ADVERTISEMENT

After Pen Drive, Mission Ball Pen launched in district

October 17, 2017 12:14 am | Updated 12:14 am IST - Kozhikode

The brainchild of two students, the unique initiative aims at recycling used pens

Deputy Director of Education E.K. Suresh Kumar launching the Mission Ball Pen initiative at Vadakara.

KOZHIKODE: Mission Ball Pen, an initiative that urges the public not to throw away used ball pens, was launched in the Vadakara educational district with the support of Student Army for Vivid Entertainment (SAVE) recently.

Mission Ball Pen is the brainchild of two college students, Harishankar S. Nair and Shabab Karunyam of Lissah College, Kaithappoyil, and Government Arts and Science College, Meenchanda, respectively.

The movement started off as an afterthought of ‘Pen Drive to Biennale’, which was undertaken by Green Care Mission in the city a year ago. Harishankar and Shabab had then served as its volunteers. Students continued to collect ball pens even after the Pen Drive but did not know what to do with them. This prompted Harishankar and Shabab to start Mission Ball Pen, which is not just about collecting pens but also creating awareness in schools and colleges on the three R’s - Reduce, Reuse, and Recycle.

ADVERTISEMENT

Mission Ball Pen volunteers visit campuses and receive ball pens collected by students and hand them over to Green Worms, a Kozhikode-based waste management venture, to recycle them.

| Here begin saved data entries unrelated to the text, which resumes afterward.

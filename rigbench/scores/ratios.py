"""How much larger each score of a cell is than in the nominal one: its degradation."""

from __future__ import annotations

from collections.abc import Mapping, Sequence

import numpy as np

from rigbench.arm.arm import Floats
from rigbench.scores.cell import CountedDraws
from rigbench.scores.comparison import Comparison, paired_ratio
from rigbench.scores.intervals import MEDIAN, quantiles
from rigbench.scores.pairs import CLEAR
from rigbench.scores.results import Cell

__all__ = ["ratios_to_nominal"]

Counted = tuple[Cell, CountedDraws, bool]
"""A cell, its draws that count with all scores, and whether anything in it is random."""


def ratios_to_nominal(names: Sequence[str], of: Counted, nominal: Counted) -> Mapping[str, Comparison]:
    """Return the median ratio of each score that both cells have to nominal's, with its interval.

    Draw by draw where nominal is random too, by :func:`paired_ratio` with an order-statistic interval; else
    the score's median and its interval over nominal's one exact run, and none where that run has no finite
    value. Where nominal's score is 0 the ratio is inf, or 1 if both are 0. Scores are those of ``names``, in
    order.
    """
    (cell, here, random), (foot, foot_here, foot_random) = of, nominal
    if not foot_random:
        return dict(_over_one_run(cell, foot, random))
    if not random:  # one exact run over a random nominal: no pairs, and no one value to divide by
        return {}
    _, mine, theirs = np.intersect1d(here.draws, foot_here.draws, assume_unique=True, return_indices=True)
    one, other = here.worst[mine], foot_here.worst[theirs]
    absent = np.isnan(one) | np.isnan(other)
    table = quantiles(np.where(absent, np.nan, paired_ratio(one, other)), (MEDIAN,))
    draws = np.sum(~absent, axis=0)
    return {
        name: Comparison(value, low, high, n, low <= 1.0 <= high)
        for name, n, (value, low, high) in zip(names, draws.tolist(), table.tolist(), strict=True)
        if n and name in cell.measures and name in foot.measures
    }


def _over_one_run(cell: Cell, foot: Cell, random: bool) -> Mapping[str, Comparison]:
    found = {}
    for name, measure in cell.measures.items():
        least = foot.measures[name].median if name in foot.measures else np.inf
        if not np.isfinite(least):
            continue
        ends: Floats = np.array([measure.median, measure.median_low, measure.median_high])
        value, low, high = paired_ratio(ends, np.full(3, least)).tolist()
        slack = 0.0 if random else CLEAR
        tie = low <= 1.0 + slack and (1.0 - slack) <= high
        found[name] = Comparison(value, low, high, cell.draws, tie)
    return found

The news of the movement spread by word of mouth and social media fast and in no time the duo started getting calls from campuses in other districts too in support of the campaign.

SAVE is known for several environment-friendly campaigns such as ‘Back to ink pens’. However, complaints from students that the paper they used was not ‘ink pen-friendly’ made SAVE rethink and focus on checking the tendency to throw away pens in some other way. SAVE plans to implement Mission Ball Pen on around 1,400 campuses in Kozhikode district. Deputy Director of Education E.K. Suresh Kumar officially launched the programme on October 9.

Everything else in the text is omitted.